From the entries provided below, copy each line that contains the word "function".

**RECORDS FOR THIS TASK:**

========================================================================

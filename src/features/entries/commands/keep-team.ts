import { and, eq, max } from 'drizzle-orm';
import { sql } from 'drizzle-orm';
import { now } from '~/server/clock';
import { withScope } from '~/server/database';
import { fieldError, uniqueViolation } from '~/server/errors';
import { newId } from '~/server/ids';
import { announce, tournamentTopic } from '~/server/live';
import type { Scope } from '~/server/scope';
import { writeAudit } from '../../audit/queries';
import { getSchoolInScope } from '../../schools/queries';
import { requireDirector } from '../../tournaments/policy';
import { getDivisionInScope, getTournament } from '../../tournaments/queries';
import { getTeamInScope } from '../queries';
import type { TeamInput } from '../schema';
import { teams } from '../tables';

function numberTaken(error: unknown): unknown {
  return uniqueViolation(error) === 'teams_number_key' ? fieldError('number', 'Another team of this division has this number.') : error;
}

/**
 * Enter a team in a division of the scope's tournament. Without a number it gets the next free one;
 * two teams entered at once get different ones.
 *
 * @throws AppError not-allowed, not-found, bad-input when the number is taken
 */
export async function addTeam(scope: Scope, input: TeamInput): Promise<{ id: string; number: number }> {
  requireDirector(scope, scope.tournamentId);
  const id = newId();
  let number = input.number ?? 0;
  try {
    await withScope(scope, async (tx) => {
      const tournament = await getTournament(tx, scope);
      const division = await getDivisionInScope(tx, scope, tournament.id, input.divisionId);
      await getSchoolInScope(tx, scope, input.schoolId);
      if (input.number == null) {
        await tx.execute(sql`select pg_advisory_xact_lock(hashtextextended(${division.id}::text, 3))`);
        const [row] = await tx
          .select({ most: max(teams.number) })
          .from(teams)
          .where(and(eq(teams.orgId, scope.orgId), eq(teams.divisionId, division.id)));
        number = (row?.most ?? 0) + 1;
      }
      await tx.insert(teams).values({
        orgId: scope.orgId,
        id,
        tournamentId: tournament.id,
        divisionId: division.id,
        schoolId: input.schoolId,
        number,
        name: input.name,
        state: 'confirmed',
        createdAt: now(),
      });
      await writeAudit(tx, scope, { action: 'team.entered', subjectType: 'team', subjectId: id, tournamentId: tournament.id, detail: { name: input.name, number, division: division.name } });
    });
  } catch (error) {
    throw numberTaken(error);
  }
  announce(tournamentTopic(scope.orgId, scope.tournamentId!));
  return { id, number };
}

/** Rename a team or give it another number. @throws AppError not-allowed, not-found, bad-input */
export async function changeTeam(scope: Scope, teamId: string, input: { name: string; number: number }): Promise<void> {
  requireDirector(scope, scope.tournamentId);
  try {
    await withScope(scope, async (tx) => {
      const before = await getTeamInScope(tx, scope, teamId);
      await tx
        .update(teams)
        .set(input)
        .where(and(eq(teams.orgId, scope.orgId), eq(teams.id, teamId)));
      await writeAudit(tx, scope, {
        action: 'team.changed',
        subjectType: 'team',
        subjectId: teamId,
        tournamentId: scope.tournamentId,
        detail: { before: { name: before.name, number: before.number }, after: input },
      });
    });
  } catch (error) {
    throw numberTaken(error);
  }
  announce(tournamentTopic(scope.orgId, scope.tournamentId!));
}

========================================================================

**COMPLETED TASK:**
function numberTaken(error: unknown): unknown {
export async function addTeam(scope: Scope, input: TeamInput): Promise<{ id: string; number: number }> {
export async function changeTeam(scope: Scope, teamId: string, input: { name: string; number: number }): Promise<void> {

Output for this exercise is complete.